┌──

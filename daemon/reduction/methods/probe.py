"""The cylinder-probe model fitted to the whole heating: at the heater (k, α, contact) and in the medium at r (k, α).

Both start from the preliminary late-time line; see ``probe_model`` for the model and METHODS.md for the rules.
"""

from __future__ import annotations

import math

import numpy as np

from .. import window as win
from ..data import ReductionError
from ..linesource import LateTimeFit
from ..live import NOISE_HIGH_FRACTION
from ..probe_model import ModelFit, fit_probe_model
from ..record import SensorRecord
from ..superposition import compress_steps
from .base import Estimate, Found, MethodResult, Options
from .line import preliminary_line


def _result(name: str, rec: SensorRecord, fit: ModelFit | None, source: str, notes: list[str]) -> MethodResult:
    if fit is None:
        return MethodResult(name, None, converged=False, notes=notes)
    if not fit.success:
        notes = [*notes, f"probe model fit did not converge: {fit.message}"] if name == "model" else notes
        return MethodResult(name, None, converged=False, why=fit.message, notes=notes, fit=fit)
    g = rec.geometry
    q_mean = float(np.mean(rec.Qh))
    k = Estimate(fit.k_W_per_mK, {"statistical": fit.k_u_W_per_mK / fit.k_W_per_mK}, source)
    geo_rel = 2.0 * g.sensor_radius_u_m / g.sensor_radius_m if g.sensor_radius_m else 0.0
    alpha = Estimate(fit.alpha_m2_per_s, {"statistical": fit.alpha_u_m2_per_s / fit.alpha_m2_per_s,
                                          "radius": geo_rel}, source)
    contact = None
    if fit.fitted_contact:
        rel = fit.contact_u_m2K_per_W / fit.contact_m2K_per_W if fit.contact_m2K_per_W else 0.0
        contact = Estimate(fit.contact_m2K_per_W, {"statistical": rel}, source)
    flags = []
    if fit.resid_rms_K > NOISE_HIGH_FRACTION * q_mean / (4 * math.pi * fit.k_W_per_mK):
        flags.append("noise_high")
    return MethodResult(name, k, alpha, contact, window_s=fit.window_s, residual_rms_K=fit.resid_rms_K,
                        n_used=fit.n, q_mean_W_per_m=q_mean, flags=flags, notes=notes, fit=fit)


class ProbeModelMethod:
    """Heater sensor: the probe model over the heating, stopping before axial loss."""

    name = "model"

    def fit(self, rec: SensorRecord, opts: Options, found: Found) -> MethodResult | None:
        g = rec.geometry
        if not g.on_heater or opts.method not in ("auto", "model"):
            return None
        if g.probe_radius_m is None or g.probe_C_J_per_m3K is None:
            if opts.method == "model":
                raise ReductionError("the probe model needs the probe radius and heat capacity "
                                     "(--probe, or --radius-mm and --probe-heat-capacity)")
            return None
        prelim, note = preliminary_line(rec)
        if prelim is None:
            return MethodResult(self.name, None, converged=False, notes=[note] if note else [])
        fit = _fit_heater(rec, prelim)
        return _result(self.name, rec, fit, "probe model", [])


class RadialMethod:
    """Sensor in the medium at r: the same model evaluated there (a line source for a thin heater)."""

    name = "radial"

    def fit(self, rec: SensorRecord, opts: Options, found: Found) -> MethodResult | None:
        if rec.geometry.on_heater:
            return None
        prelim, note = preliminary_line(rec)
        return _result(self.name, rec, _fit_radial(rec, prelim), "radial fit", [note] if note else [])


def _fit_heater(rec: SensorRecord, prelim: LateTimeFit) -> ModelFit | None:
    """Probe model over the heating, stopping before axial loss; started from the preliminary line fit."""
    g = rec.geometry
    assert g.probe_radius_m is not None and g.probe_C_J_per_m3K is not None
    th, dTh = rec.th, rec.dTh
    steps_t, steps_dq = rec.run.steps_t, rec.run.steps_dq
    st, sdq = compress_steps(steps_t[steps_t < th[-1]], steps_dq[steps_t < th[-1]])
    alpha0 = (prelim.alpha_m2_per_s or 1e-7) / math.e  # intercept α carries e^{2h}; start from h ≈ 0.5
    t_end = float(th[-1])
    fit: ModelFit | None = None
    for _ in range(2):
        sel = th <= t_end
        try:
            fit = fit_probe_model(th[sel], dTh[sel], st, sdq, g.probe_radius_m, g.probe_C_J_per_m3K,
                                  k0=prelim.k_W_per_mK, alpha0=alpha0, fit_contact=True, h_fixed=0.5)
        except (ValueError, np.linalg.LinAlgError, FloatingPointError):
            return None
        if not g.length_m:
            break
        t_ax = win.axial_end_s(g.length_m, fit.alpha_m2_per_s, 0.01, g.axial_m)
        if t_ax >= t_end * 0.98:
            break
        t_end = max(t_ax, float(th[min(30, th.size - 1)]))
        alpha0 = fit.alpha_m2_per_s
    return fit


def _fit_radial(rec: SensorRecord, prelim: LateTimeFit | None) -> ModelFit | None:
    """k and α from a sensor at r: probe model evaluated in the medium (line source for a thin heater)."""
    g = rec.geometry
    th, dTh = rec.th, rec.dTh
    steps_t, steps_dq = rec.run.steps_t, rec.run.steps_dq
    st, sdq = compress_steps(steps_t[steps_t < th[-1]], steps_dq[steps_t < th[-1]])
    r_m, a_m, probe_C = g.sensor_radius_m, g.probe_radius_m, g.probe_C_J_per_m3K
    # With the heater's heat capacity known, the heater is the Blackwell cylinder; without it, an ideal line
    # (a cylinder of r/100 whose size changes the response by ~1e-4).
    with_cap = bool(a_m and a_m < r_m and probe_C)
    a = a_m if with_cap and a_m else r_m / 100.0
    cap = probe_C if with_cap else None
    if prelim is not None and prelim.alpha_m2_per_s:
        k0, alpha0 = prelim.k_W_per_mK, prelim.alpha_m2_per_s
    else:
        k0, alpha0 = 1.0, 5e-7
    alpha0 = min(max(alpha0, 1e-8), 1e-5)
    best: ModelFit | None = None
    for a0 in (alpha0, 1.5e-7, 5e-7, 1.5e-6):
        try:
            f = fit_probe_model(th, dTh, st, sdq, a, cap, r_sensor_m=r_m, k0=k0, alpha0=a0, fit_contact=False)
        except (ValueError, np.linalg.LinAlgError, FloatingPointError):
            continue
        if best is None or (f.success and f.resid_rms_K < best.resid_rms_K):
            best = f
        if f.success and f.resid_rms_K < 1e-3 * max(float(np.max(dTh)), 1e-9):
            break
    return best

└──
┌──

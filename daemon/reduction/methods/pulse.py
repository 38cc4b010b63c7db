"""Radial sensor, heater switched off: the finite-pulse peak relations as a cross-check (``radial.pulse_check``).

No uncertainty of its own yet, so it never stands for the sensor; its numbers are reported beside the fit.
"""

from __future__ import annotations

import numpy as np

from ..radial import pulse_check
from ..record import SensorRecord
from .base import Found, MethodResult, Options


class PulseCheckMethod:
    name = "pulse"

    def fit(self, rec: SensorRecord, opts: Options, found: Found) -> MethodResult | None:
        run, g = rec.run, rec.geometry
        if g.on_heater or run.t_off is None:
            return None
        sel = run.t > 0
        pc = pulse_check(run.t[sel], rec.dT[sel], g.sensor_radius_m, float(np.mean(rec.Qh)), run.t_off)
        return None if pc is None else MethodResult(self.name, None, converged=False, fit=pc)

└──
┌──

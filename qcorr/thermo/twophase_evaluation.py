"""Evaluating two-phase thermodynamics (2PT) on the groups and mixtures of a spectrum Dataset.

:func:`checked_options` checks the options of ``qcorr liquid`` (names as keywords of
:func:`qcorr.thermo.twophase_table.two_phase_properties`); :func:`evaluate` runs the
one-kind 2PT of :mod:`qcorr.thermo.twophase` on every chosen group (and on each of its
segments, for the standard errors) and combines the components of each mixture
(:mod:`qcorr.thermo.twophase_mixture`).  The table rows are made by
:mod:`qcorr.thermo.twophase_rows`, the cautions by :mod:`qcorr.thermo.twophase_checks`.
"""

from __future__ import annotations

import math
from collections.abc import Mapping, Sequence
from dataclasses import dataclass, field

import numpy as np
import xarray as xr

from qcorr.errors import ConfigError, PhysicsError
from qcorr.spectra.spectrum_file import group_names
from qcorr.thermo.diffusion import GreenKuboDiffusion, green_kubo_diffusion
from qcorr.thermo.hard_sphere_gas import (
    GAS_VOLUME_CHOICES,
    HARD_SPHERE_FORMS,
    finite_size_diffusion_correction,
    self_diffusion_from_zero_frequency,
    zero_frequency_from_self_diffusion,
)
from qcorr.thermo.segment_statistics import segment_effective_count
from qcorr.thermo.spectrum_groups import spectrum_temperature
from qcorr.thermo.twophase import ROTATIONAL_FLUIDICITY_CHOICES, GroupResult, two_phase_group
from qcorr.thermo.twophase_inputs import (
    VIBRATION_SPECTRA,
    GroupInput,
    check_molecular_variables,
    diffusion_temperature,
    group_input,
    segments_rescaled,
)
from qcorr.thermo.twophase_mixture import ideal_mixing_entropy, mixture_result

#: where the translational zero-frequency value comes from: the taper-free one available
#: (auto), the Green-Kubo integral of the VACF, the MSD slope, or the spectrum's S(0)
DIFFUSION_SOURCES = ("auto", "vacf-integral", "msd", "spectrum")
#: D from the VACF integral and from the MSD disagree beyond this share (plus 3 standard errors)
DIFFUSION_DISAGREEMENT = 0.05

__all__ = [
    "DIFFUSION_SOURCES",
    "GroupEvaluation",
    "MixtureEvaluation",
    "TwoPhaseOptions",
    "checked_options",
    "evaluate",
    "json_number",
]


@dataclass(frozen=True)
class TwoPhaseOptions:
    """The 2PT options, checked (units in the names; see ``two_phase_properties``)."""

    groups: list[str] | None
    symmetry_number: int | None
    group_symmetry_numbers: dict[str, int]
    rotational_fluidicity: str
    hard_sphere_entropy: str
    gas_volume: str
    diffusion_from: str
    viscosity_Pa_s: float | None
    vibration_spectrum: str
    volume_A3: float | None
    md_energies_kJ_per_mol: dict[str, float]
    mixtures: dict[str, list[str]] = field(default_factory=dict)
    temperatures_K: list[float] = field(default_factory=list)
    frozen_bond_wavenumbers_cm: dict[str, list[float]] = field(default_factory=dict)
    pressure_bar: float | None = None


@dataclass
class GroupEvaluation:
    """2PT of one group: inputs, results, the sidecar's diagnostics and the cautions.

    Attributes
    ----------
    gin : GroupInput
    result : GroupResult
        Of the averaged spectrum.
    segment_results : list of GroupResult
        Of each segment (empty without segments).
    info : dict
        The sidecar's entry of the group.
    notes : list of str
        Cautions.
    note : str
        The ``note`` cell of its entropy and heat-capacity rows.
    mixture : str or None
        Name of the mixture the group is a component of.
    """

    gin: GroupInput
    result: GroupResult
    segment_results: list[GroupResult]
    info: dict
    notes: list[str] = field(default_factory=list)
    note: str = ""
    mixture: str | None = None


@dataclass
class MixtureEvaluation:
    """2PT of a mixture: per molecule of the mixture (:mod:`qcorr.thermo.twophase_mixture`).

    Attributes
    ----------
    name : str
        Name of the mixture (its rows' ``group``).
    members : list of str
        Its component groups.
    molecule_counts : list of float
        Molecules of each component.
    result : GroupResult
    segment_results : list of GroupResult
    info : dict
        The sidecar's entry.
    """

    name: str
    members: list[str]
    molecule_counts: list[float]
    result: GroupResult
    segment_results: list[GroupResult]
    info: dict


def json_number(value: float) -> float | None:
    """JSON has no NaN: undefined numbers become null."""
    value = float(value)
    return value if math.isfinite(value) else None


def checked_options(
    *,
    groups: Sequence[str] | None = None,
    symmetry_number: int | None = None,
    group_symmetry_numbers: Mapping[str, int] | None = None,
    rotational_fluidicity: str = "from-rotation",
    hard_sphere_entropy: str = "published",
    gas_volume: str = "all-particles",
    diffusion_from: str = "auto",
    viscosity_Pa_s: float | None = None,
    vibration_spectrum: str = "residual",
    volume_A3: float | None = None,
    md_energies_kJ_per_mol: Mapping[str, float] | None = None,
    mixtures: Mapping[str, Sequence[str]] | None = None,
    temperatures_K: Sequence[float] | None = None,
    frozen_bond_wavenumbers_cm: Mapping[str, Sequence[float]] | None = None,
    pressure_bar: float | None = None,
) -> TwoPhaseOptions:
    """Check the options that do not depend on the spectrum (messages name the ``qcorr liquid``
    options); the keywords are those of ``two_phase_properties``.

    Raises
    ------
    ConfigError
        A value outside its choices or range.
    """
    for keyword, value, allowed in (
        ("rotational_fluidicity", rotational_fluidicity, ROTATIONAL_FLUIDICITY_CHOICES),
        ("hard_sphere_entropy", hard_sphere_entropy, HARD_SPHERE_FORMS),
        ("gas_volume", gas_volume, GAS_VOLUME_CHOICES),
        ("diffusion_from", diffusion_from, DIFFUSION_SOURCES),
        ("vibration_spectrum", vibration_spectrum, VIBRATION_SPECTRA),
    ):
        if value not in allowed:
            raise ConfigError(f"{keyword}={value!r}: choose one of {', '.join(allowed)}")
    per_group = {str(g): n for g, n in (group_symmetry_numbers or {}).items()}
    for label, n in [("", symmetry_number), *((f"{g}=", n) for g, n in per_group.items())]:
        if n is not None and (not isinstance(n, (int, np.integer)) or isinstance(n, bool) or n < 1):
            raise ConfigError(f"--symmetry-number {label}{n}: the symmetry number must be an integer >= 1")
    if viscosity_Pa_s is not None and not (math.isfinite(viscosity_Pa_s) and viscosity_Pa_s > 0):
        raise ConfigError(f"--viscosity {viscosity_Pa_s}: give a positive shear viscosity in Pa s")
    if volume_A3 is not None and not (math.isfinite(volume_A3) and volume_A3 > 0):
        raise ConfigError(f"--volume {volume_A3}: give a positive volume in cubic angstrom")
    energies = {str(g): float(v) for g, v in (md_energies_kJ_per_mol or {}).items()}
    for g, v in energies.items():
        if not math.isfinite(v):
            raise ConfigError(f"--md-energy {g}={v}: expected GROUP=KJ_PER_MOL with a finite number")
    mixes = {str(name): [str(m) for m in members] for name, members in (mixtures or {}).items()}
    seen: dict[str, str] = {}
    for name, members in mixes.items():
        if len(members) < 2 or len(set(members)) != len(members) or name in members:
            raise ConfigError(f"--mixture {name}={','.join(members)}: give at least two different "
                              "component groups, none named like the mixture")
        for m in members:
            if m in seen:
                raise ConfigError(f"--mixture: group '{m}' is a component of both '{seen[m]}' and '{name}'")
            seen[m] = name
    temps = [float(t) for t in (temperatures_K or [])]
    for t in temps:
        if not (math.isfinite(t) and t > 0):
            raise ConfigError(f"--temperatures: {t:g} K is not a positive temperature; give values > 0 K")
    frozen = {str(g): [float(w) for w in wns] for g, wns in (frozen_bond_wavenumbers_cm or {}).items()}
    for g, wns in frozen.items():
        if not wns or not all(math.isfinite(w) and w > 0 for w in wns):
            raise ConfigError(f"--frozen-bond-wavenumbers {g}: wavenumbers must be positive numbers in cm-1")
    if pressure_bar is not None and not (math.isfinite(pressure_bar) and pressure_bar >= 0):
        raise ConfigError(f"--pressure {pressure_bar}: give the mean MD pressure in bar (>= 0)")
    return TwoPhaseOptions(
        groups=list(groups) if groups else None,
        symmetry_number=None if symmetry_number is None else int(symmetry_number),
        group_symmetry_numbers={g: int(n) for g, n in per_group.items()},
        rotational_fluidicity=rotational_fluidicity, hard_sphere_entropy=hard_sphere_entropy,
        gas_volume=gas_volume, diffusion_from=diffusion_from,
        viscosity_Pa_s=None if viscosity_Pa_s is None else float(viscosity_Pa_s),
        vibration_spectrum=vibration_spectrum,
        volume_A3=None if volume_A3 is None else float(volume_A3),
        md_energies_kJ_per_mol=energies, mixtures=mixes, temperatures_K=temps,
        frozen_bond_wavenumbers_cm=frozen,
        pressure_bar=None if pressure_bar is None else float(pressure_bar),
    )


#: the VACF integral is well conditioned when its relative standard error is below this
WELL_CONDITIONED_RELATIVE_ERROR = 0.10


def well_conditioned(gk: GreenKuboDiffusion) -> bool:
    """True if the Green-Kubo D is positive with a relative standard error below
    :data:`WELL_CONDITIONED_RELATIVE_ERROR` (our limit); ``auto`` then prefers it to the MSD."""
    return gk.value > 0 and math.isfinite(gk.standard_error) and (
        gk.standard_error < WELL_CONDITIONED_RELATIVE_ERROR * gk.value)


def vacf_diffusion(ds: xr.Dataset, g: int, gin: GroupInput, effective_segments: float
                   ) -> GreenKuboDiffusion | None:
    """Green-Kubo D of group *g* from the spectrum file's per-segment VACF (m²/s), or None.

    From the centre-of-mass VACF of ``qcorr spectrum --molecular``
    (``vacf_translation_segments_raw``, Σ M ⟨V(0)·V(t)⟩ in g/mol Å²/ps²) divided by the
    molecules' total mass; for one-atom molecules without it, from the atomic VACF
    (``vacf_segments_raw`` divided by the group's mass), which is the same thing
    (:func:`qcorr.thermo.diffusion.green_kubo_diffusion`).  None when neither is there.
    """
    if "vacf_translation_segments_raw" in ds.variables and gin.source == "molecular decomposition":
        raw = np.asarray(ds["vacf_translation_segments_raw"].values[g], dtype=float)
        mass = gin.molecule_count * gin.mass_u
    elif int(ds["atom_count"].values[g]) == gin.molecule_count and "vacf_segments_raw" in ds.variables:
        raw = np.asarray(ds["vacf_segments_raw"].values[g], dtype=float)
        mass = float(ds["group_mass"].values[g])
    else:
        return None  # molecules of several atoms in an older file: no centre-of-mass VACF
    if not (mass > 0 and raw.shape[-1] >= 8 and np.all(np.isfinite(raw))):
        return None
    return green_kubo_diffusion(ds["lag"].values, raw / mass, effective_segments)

└──

**Work to be completed**
Taking the material above, extract exactly and only the lines from the line with "# With the heater's" to the line with "alpha0 = min(max(alpha0, 1e-8), 1e-5)", inclusive of both.

**Reply to the task**
    # With the heater's heat capacity known, the heater is the Blackwell cylinder; without it, an ideal line
    # (a cylinder of r/100 whose size changes the response by ~1e-4).
    with_cap = bool(a_m and a_m < r_m and probe_C)
    a = a_m if with_cap and a_m else r_m / 100.0
    cap = probe_C if with_cap else None
    if prelim is not None and prelim.alpha_m2_per_s:
        k0, alpha0 = prelim.k_W_per_mK, prelim.alpha_m2_per_s
    else:
        k0, alpha0 = 1.0, 5e-7
    alpha0 = min(max(alpha0, 1e-8), 1e-5)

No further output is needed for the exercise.